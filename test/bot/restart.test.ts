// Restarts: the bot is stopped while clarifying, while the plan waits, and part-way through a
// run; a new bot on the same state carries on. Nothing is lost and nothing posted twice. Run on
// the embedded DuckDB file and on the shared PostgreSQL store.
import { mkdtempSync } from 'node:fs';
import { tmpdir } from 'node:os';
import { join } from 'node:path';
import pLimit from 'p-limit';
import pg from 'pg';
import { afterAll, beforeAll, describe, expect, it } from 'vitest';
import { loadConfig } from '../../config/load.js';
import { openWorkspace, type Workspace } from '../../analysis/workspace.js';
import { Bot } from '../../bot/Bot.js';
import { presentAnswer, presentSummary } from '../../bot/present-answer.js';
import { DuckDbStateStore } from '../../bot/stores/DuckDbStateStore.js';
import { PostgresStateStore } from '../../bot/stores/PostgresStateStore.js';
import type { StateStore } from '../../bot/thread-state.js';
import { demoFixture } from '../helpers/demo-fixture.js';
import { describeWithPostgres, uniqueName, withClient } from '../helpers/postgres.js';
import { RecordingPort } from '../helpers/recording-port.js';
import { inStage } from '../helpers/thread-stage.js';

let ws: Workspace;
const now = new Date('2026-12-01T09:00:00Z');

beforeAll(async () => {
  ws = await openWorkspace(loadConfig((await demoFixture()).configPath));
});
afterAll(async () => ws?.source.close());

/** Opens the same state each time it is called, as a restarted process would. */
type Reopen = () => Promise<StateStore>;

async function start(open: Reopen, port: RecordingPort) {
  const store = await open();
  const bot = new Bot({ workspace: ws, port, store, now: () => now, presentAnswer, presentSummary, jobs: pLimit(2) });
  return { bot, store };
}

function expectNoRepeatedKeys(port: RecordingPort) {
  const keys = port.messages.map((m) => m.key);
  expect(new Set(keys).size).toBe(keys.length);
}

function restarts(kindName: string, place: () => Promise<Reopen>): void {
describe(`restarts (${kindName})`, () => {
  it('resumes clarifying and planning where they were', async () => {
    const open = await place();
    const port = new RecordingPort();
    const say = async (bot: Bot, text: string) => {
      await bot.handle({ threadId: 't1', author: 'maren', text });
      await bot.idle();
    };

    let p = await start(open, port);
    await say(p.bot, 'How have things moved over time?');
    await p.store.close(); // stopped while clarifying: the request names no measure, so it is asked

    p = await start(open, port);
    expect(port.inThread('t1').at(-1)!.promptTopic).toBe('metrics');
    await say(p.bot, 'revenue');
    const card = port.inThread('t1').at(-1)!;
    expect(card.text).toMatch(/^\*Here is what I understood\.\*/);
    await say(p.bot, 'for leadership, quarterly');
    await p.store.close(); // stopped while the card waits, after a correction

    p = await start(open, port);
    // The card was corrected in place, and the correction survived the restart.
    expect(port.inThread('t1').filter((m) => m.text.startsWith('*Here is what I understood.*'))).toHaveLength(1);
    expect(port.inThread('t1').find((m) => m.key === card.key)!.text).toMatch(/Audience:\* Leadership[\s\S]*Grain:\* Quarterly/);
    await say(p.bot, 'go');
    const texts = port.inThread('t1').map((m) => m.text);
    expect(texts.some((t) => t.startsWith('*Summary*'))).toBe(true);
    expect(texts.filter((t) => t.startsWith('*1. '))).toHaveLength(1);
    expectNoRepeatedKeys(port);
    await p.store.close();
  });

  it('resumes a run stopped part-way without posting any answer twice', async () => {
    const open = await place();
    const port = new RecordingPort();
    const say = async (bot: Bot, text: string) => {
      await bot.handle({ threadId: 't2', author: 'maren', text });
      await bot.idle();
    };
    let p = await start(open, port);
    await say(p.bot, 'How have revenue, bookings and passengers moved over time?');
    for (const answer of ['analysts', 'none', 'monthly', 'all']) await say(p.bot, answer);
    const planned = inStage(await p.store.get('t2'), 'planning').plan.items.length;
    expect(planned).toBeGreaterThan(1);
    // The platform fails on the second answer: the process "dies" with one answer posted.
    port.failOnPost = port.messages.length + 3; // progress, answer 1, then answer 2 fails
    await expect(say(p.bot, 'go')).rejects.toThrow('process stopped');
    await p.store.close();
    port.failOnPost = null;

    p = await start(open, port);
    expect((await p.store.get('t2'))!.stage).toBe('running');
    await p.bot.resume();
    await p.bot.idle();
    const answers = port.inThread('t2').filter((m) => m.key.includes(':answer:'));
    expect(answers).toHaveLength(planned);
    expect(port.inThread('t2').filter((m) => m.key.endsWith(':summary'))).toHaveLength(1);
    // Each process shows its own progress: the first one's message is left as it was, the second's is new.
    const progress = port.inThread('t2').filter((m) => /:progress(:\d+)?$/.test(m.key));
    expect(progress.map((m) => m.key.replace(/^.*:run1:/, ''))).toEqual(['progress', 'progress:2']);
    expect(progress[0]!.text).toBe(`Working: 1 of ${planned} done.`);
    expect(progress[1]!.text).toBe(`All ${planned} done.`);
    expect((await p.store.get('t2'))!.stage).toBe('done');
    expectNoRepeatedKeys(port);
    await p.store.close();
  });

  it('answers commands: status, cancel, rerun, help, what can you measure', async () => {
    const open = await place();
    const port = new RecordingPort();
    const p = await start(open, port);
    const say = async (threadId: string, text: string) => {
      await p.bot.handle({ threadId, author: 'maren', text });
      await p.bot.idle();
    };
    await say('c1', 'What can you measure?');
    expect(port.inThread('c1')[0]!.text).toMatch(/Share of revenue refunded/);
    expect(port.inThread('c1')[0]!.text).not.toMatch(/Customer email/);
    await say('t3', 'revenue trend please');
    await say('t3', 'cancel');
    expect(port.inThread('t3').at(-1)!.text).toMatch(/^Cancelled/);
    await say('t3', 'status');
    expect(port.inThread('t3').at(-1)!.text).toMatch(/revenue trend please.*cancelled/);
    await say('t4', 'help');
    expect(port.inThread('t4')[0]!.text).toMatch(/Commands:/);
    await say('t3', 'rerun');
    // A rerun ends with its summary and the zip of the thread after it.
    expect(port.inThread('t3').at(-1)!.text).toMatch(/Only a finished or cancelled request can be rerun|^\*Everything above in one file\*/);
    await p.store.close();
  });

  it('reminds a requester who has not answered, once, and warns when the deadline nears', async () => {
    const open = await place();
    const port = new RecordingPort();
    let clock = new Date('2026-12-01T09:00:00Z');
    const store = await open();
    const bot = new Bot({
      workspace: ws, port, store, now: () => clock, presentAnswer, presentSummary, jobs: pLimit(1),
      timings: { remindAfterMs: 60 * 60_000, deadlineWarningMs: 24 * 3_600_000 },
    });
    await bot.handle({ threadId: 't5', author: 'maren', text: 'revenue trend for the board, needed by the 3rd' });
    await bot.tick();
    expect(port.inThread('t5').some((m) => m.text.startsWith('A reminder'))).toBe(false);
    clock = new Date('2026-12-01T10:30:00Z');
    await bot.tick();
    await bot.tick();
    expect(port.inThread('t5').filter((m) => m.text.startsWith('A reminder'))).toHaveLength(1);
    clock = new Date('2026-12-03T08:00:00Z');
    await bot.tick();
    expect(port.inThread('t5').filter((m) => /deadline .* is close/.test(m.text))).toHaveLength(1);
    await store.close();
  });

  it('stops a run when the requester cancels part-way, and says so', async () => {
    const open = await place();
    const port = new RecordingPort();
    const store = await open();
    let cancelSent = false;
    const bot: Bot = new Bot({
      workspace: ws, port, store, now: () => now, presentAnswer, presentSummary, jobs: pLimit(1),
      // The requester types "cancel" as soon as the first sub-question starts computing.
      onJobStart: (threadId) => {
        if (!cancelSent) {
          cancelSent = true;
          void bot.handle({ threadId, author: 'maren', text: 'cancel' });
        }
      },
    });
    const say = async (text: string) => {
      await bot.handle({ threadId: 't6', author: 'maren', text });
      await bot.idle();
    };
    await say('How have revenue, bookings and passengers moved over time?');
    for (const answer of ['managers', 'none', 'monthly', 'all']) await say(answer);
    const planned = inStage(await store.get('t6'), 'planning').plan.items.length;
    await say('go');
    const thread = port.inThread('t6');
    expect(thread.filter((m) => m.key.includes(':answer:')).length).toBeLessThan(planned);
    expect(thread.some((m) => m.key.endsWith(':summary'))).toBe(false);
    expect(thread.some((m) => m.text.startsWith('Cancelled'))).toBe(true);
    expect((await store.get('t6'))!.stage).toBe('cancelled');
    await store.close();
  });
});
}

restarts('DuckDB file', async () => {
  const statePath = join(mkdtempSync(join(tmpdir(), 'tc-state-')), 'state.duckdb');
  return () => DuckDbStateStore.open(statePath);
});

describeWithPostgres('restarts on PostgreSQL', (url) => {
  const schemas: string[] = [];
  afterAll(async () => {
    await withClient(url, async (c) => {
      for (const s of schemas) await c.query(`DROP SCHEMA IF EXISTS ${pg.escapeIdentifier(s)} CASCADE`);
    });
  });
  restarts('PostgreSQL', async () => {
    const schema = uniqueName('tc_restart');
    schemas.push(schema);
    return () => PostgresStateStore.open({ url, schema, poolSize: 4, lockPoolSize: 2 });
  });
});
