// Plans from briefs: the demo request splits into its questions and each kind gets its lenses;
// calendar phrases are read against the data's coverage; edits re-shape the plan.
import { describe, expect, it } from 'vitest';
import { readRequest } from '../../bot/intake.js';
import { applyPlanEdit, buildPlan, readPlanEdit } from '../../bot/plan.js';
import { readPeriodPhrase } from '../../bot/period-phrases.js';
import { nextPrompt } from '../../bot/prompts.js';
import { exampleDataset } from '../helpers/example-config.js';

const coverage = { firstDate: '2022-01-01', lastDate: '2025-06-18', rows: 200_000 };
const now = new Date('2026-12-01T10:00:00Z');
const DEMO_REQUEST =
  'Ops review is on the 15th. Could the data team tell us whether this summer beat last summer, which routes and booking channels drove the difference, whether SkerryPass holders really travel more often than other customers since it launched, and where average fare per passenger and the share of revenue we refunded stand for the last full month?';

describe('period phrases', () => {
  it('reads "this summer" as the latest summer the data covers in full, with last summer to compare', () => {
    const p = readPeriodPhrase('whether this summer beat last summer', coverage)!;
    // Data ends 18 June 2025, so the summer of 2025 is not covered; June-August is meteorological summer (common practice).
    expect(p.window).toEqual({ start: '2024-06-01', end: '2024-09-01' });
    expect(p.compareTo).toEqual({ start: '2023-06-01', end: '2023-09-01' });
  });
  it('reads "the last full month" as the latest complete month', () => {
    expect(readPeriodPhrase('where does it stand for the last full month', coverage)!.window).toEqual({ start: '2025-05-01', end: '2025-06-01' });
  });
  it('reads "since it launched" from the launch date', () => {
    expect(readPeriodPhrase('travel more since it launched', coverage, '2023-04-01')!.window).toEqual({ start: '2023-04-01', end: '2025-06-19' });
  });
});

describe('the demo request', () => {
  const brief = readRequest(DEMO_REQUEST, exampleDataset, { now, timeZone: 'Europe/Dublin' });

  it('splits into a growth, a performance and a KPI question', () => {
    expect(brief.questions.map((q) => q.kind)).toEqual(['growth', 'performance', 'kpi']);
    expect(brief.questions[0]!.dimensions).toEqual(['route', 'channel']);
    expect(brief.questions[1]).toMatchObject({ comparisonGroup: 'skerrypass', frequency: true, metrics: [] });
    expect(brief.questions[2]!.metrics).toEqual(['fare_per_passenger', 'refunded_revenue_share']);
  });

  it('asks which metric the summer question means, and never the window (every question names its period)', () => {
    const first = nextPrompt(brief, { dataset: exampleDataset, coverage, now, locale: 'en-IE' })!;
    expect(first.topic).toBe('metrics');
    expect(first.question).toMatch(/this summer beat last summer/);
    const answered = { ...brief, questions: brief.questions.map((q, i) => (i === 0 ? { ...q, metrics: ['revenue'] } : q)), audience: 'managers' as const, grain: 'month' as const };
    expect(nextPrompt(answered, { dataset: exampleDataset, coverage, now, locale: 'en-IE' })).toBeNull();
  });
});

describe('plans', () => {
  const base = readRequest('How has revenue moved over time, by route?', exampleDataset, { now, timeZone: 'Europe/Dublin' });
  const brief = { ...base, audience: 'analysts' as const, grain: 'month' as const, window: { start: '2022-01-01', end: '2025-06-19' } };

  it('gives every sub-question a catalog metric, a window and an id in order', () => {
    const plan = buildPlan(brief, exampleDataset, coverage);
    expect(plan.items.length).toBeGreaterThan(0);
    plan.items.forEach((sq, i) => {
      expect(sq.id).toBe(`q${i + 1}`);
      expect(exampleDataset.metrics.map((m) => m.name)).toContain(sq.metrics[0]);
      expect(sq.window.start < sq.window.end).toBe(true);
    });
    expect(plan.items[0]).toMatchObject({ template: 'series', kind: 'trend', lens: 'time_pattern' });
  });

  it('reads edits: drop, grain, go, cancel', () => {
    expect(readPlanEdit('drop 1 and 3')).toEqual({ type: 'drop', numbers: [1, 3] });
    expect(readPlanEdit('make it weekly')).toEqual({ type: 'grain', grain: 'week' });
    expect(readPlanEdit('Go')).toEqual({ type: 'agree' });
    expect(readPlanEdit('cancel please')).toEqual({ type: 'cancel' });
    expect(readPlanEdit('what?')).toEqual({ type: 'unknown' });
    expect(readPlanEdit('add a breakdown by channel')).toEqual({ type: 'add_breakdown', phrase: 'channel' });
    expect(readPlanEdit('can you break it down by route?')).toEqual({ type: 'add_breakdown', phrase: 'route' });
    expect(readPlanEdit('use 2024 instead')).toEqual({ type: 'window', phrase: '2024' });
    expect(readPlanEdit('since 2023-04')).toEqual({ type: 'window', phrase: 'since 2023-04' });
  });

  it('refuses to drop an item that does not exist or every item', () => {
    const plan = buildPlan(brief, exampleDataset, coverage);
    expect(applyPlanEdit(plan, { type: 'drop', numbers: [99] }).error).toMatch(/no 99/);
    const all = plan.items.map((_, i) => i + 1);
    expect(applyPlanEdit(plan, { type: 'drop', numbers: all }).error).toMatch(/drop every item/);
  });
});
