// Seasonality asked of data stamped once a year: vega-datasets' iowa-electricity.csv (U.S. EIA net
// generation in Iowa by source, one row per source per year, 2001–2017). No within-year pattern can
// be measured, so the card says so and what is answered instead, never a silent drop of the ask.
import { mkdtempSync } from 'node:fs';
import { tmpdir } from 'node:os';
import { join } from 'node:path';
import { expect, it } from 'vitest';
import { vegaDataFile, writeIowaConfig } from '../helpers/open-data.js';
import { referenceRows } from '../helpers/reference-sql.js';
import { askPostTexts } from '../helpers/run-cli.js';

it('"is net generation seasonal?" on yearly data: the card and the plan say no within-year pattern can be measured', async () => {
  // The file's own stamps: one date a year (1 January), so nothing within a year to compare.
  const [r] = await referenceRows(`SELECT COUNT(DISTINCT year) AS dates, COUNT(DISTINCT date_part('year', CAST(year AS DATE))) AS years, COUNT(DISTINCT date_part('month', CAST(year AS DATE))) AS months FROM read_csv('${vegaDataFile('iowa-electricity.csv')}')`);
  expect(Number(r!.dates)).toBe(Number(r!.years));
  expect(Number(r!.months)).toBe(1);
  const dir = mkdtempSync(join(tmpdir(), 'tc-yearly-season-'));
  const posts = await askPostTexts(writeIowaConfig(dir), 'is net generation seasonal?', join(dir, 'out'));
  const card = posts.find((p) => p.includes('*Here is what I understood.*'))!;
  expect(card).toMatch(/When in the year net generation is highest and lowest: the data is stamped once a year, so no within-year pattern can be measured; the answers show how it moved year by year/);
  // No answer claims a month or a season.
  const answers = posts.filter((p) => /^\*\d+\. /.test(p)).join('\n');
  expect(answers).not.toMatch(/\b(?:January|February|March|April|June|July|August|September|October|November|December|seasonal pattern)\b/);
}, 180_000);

---------------

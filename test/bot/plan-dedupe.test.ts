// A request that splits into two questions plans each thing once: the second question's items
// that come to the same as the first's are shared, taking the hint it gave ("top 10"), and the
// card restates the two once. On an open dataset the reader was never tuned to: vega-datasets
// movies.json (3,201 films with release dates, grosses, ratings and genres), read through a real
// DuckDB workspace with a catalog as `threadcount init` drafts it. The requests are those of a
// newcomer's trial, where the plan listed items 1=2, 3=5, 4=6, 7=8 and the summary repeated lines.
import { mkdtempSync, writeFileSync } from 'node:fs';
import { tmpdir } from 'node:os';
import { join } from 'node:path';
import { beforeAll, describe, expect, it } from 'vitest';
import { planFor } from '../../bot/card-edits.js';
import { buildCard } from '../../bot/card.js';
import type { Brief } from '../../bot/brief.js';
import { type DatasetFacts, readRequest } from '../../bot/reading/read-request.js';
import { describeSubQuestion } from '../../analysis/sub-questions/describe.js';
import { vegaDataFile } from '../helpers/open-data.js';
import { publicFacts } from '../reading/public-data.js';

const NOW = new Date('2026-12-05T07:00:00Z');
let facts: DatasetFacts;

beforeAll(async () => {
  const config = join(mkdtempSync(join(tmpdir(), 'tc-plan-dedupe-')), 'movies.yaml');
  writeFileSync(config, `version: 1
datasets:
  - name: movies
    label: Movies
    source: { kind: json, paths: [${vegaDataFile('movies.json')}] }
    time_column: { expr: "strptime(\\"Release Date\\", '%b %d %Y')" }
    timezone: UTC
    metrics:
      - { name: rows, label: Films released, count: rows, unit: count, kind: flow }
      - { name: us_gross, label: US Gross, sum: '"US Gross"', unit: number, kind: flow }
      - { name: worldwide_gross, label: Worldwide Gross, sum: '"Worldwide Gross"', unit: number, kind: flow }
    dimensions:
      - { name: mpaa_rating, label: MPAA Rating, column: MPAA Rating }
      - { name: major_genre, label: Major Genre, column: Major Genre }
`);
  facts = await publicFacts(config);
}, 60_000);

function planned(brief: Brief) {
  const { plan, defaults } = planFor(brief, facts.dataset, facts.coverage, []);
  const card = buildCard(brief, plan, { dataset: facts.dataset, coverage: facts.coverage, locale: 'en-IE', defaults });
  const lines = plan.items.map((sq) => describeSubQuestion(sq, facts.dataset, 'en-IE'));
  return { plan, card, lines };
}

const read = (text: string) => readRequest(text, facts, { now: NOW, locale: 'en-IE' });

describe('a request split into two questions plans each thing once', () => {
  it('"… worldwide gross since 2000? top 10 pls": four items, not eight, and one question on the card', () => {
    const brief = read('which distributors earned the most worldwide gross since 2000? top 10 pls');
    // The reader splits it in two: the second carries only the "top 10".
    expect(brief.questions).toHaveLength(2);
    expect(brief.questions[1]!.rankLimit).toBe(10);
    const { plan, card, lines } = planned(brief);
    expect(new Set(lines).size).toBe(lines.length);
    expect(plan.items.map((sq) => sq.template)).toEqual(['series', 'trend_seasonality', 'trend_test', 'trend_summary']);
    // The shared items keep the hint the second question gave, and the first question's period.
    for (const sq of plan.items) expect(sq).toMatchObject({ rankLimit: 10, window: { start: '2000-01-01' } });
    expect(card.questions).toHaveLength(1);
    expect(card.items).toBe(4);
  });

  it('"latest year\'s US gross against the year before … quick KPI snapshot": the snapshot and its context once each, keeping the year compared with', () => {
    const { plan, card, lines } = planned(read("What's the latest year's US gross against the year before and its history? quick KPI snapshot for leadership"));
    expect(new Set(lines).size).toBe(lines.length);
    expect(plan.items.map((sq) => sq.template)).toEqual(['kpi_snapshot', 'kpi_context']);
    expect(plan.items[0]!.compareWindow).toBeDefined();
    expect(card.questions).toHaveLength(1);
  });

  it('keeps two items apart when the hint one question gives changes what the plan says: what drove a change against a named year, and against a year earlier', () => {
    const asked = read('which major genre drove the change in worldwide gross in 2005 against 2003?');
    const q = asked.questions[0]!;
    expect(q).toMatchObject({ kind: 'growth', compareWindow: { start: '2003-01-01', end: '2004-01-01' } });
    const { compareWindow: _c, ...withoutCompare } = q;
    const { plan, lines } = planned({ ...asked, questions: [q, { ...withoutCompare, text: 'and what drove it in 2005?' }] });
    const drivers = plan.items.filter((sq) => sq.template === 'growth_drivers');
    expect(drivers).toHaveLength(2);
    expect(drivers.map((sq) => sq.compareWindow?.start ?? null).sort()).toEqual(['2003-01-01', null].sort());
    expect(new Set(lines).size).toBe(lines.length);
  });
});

---------------

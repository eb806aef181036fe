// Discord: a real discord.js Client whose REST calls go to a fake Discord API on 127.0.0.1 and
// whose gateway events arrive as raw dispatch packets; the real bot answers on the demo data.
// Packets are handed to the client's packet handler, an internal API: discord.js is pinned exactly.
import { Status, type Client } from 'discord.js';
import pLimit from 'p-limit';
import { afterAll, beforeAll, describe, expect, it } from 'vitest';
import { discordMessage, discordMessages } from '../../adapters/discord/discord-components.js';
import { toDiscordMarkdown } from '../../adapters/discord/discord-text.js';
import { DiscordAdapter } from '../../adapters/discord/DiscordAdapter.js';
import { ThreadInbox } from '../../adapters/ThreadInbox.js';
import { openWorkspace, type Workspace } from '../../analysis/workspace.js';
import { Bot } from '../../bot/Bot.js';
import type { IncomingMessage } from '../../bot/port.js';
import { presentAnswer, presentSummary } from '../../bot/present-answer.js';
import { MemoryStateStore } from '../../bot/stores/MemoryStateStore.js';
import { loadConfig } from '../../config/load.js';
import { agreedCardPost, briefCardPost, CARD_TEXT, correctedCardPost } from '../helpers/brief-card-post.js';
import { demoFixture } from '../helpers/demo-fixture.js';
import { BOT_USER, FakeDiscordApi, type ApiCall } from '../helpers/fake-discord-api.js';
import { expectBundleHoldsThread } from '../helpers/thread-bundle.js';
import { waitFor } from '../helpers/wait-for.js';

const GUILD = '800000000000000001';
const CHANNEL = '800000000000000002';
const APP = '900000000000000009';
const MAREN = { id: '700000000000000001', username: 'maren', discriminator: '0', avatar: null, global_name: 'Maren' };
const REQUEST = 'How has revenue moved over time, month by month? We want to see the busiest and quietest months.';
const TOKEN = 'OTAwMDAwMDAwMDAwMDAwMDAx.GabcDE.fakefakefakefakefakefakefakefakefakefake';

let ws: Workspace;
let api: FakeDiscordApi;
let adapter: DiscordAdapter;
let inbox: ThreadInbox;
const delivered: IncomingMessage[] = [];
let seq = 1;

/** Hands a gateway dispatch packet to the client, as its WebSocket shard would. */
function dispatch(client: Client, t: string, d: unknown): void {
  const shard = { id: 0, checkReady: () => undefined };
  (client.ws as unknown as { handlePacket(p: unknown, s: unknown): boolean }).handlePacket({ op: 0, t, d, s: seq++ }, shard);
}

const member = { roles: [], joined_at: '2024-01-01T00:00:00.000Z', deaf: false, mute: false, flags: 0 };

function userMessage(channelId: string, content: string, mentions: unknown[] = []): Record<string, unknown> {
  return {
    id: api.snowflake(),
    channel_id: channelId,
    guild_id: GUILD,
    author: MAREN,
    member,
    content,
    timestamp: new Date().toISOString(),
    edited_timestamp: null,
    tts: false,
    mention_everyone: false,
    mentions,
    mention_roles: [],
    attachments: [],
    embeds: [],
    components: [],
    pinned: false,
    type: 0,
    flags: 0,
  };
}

---------------

→ PROBLEM DETAILS
Look through the entries above; copy every line holding the string "change".

→ OUTPUT FOR THIS TASK
  it('keeps two items apart when the hint one question gives changes what the plan says: what drove a change against a named year, and against a year earlier', () => {
    const asked = read('which major genre drove the change in worldwide gross in 2005 against 2003?');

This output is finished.